А. К.: У вас довольно высокие требования к медицинским знаниям пациентов. А у нас считается, что незачем грузить человека лишней информацией.
П. С.: Ну они же не вчера пришли в поликлинику. Несколько лет с этим возятся уже. Часто пациенты вообще знают о своей болезни больше, чем врачи, которые сидят около меня. Они в этом хорошо разбираются, поскольку это их очень интересует. Я часто спрашиваю у пациента: «А вы что думаете? Как вам кажется?» В том, что касается его болезни, пациент умнее любого врача. Я всегда советуюсь и с пациентами, и с коллегами. Люди получают более качественное лечение, когда я знаю, что это опыт мира, а не только мой. И студентам говорю: «Облегчите себе жизнь, сделайте пациента своим союзником». Вообще больше советуйтесь: если вы посоветуетесь, вы еще чему-то научитесь, и, представляете, какой вы будете умный?
А. К.: Студентам очень хочется уже сейчас казаться умными и знающими...
П. С.: Ну конечно, профессору в этом смысле проще. Но и когда я была помоложе, мне это было несложно. Патерналистская медицина давно умерла – пациент равен тебе. Я прошу не говорить о пациентах в третьем лице, когда мы с коллегами заходим в палату. Если врачи заводят беседу, прошу вовлекать в нее и пациента. Я заведующая отделением, я определяю вместе со своими коллегами направление лечения, протокол, но стараюсь не вмешиваться в повседневные решения моих врачей. Поэтому часто мне остаются совсем простые вопросы: «Как вы себя чувствуете? Вы довольны нашим обслуживанием? Есть проблемы с чистотой, с персоналом?» Да, вот прямо как завхоз, каждый день. Потому что, если говорят, что еду плохо подогрели, это же очень легко обсудить и исправить.
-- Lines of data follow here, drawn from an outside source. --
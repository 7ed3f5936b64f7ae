package main

import (
	"bufio"
	"bytes"
	"encoding/csv"
	"encoding/json"
	"fmt"
	"io"
	"math"
	"slices"
	"strconv"
	"time"
	"unicode/utf8"

	"heliocal/astro"
	"heliocal/config"
	"heliocal/feed"
)

// The events command writes its output chunk by chunk as
// feed.PreparedChunks computes it (JSON, CSV or the table), so memory does
// not grow with the span. An eventSink is one output format: it formats a chunk on the
// goroutine that computed it, while other chunks are computed and written
// (prepare, into that goroutine's chunkOut), and writes it in the order
// of the chunks (write), doing then only what depends on the chunks
// before.
type eventSink interface {
	prepare(c *feed.Chunk, out *chunkOut) error
	write(c feed.Chunk, out *chunkOut) error
	close() error // writes what ends the document and flushes
}

// chunkOut is a chunk's output as prepare makes it ready for write. Each
// goroutine that computes chunks has its own (feed.PreparedChunks) and
// reuses its buffers from one of its chunks to the next.
type chunkOut struct {
	json  jsonPart
	csv   csvPart
	table tablePart
}

// newEventSink returns the writer for format ("json", "csv", "table"), or
// nil for an unknown format.
func newEventSink(format string, w io.Writer, s *config.Site, from, to time.Time) eventSink {
	bw := &pieceWriter{Writer: bufio.NewWriterSize(w, writePiece), raw: w}
	switch format {
	case "json":
		return &jsonSink{w: bw, site: s, from: from, to: to}
	case "csv":
		return newCSVSink(bw, s)
	case "table":
		return newTableSink(bw.Writer, s)
	}
	return nil
}

// jsonSink writes {"events": […], "notes": […], "site": {…}}: each event
// and each note on a line of its own, four spaces in, byte for byte as
// encoding/json's Marshal writes it, the rest indented by two spaces, the
// site as MarshalIndent writes it. Events are ordered by start across
// chunks: the events of a chunk that start after its last date are held
// back and merged with the next chunk's. Notes follow the events in the
// document, so they are kept (already encoded, about 100 bytes each) until
// the end; most places have none or a few per year. The events' and the
// notes' text is made by prepare (jsonPart), each object after a comma:
// write drops the comma before the document's first.
type jsonSink struct {
	w        *pieceWriter
	err      error // the first error of a write
	site     *config.Site
	from, to time.Time
	begun    bool // the document's start is written
	any      bool // an event is written
	notes    []byte
	held     eventTexts // in order of start
	spare    eventTexts // the next chunk's held events are gathered here
}

// eventTexts are the texts of events, one after the other, each after a
// comma, with where each begins and when it starts.
type eventTexts struct {
	text   []byte
	at     []int32
	starts []time.Time
}

func (t *eventTexts) len() int { return len(t.at) }

// piece returns the text of the i-th event.
func (t *eventTexts) piece(i int) []byte {
	if i+1 < len(t.at) {
		return t.text[t.at[i]:t.at[i+1]]
	}
	return t.text[t.at[i]:]
}

// add appends the i-th event of from.
func (t *eventTexts) add(from *eventTexts, i int) {
	t.at = append(t.at, int32(len(t.text)))
	t.text = append(t.text, from.piece(i)...)
	t.starts = append(t.starts, from.starts[i])
}

func (t *eventTexts) reset() {
	t.text, t.at, t.starts = t.text[:0], t.at[:0], t.starts[:0]
}

// jsonPart is a chunk's JSON as prepare makes it: its events in order of
// start, those that start after its last date apart, and its notes. What
// it knows of the kinds met is kept from chunk to chunk.
type jsonPart struct {
	text  []byte  // the events that start before the chunk's next date
	order []int32 // the chunk's events in order of start
	cut   int     // the events in text: order[:cut]
	next  time.Time
	held  eventTexts // the events order[cut:], held back
	notes []byte

	kinds  []*jsonKind // the kinds met so far, looked up in order
	bySpec []*jsonKind // the kind last met of each kind spec (Chunk.Spec)
	ident  []int32     // the order of a chunk without one
	days   dayCache
}

// dayCache keeps the last day written as YYYY-MM-DD: consecutive events
// mostly fall on the same UTC day.
type dayCache struct {
	day  int64 // days since 1970-01-01, +1 (0: empty)
	text [10]byte
}

// appendDay appends the date of the day numbered days from 1970-01-01.
func (c *dayCache) appendDay(b []byte, days int64) []byte {
	return append(b, c.dateText(days)[:]...)
}

// dateText returns the text of the day numbered days from 1970-01-01,
// made once for the days in a row that are the same.
func (c *dayCache) dateText(days int64) *[10]byte {
	if c.day != days+1 {
		c.date(days)
	}
	return &c.text
}

// date makes the day numbered days from 1970-01-01 the cached one. It is
// a function of its own so that dateText, on the path of every event,
// stays small enough to be inlined.
func (c *dayCache) date(days int64) {
	y, m, d := civilFromDays(days)
	appendDate(c.text[:0], y, m, d)
	c.day = days + 1
}

// jsonKind is what the writer knows of one kind: the start of its object,
// formatted once, and how its fields are written.
type jsonKind struct {
	kind  config.Kind
	head  string // `\n    {"kind":"…","start":"`
	plain bool   // written by event itself (see plainJSONKinds)
	noon  bool   // altitude_deg
	rise  bool   // day_length_s and azimuth_deg
	// tmpl[d] is the text of an event in direction d without end or
	// part, made at its first use; nil for a kind that is not plain or
	// whose name makes the text too long
	tmpl [3]*jsonTemplate
	// long[d]: the text in direction d does not fit a template (a kind
	// name over 80 bytes), so that it is not made again for each event
	long [3]bool
}

// jsonTemplate is the text of one kind's event in one direction, without
// end or part, from the comma before it up to the name of its first
// number (or to its end, when it has none), with zeros for the digits of
// its start and date: the event is this text with its digits written over
// the zeros and its numbers appended. The text is an array, copied whole
// without a call; the bytes after n are zeros.
type jsonTemplate struct {
	text        [jsonTemplateSize]byte
	n           int // the text's length
	start, date int // where the start's and the date's digits begin
}

// jsonTemplateSize bounds a template's text: a kind name of up to 80
// bytes fits (the rest of the longest template, a sunset's, is 109).
const jsonTemplateSize = 192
А. К.: Сегодня, слава богу, не было таких случаев. Но как вы работаете с плохими новостями? Не представляю, как именно вы можете сказать что-то окончательно плохое. Вообще это сложный для российской медицины вопрос, врачи боятся проявить сострадание, боятся «перегореть». Все непонятно.
П. С.: Знаете, я, например, никогда не говорю плохие вещи перед выходными. Пусть у человека будут хорошие выходные – может быть, даже последние. А у меня, возможно, будет время почитать, посоветоваться, поискать выход. Знаете, что самое тяжелое? Когда ты вообще ничего не можешь предложить. Обычно все-таки какие-то варианты существуют. Тут тоже работает SOAP. Я прежде всего задаю вопрос: «Что вы сами знаете о своем состоянии, что думаете?» Потом высказываю свое объективное мнение. Дальше идет суммирование: «Вы сказали так, я вижу ситуацию вот как, что бы вы хотели выбрать?» Как ни странно, многие люди сами говорят, что предпочли бы остановить лечение. И это гораздо проще и правильнее, тебе не приходится быть человеком, который говорит: «Все, я больше ничего не могу сделать». А после этого я могу сказать: «Знаете, есть еще вот такой вариант. Шансы будут очень низкие – два процента, три процента, – но хотите попробовать?» И тут уже многие соглашаются. И иногда это помогает!